The required output is the lines below from the line containing "from aftercast.notify.render import" to the line containing "EmailChannelConfig, pngs: list[bytes])", inclusive, retyped exactly. No other lines belong in it.
Content starts
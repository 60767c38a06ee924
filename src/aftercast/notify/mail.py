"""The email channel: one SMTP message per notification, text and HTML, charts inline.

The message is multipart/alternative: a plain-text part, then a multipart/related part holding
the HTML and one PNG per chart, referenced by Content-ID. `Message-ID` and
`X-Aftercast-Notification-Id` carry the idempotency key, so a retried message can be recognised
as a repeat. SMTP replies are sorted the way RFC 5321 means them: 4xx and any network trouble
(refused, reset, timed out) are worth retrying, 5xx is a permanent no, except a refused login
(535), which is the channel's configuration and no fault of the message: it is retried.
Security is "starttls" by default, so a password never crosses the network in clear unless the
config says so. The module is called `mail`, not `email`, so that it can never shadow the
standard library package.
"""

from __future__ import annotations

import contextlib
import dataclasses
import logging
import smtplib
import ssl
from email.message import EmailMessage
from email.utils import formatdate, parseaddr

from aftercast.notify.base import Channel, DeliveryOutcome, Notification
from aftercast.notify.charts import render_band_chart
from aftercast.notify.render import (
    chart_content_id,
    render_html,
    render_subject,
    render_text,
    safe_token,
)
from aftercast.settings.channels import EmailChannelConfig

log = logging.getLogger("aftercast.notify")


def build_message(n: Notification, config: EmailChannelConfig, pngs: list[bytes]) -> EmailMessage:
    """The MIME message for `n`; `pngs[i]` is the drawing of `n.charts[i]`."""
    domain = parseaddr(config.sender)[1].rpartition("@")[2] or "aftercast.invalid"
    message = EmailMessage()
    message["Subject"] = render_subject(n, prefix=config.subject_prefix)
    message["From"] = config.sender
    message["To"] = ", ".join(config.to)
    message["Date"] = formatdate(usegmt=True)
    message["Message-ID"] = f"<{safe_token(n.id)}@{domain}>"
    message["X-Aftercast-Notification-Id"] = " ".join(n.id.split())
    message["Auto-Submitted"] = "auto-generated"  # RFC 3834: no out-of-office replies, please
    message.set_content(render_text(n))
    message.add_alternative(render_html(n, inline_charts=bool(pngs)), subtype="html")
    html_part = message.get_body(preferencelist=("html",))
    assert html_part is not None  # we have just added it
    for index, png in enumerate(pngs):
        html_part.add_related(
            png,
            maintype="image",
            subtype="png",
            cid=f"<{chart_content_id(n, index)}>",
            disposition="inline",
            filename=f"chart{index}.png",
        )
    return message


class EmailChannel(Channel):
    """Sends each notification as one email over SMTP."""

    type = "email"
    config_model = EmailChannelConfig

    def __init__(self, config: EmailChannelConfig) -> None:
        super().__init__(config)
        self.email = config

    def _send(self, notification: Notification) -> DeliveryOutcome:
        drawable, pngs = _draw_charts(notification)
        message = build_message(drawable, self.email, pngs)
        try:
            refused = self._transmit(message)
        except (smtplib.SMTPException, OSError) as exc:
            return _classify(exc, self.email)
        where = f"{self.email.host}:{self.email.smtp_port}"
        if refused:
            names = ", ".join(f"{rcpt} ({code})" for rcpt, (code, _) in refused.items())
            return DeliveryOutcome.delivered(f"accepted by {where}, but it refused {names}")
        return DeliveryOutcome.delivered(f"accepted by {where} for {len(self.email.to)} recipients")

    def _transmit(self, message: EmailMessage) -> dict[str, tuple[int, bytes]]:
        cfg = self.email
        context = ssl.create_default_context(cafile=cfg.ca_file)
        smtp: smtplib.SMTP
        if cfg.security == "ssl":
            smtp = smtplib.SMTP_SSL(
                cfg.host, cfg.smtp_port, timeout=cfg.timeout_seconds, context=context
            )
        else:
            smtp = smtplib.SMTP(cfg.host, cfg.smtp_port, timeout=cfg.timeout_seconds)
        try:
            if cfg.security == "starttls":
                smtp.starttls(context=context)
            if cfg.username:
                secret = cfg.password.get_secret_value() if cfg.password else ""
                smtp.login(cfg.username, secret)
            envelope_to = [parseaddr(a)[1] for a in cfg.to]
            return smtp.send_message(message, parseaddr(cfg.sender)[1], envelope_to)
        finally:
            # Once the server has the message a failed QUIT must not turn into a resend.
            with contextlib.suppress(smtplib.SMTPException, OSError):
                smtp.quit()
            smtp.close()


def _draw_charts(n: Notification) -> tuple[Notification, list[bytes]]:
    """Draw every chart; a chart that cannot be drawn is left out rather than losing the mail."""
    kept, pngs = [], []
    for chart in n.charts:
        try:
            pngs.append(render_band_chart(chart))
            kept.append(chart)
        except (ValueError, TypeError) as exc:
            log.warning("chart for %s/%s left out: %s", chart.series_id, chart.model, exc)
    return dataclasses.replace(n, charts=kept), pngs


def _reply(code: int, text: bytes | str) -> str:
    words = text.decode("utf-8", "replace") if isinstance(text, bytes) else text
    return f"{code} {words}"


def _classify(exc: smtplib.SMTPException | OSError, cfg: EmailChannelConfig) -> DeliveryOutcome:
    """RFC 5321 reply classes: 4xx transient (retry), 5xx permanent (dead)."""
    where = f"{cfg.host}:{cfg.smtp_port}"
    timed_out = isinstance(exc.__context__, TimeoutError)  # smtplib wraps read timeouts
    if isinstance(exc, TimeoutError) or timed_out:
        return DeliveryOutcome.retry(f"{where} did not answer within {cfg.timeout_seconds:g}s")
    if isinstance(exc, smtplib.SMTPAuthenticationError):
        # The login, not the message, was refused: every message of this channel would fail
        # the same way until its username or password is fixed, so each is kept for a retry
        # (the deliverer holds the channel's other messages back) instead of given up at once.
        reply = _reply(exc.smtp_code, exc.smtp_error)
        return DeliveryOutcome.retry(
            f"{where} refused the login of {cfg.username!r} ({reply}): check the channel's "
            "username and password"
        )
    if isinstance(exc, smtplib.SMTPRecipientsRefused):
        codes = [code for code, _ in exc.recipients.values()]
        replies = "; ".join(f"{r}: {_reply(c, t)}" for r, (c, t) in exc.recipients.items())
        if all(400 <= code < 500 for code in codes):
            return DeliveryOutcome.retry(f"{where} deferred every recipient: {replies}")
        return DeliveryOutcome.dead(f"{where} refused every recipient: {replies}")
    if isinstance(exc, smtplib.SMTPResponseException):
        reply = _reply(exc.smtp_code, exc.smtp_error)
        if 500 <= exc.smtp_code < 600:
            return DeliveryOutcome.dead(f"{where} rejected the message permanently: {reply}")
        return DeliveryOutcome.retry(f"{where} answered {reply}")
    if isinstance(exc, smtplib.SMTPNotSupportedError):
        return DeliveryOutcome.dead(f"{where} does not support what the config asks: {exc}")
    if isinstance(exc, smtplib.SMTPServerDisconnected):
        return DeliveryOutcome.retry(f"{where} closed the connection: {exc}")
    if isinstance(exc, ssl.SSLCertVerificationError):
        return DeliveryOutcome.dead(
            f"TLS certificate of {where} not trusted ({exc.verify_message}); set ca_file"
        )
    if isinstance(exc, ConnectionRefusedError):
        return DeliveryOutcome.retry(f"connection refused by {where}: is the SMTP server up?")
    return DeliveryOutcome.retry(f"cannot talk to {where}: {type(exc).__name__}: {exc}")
Content ends
» **Response**:
from aftercast.notify.render import (
    chart_content_id,
    render_html,
    render_subject,
    render_text,
    safe_token,
)
from aftercast.settings.channels import EmailChannelConfig

log = logging.getLogger("aftercast.notify")


def build_message(n: Notification, config: EmailChannelConfig, pngs: list[bytes]) -> EmailMessage:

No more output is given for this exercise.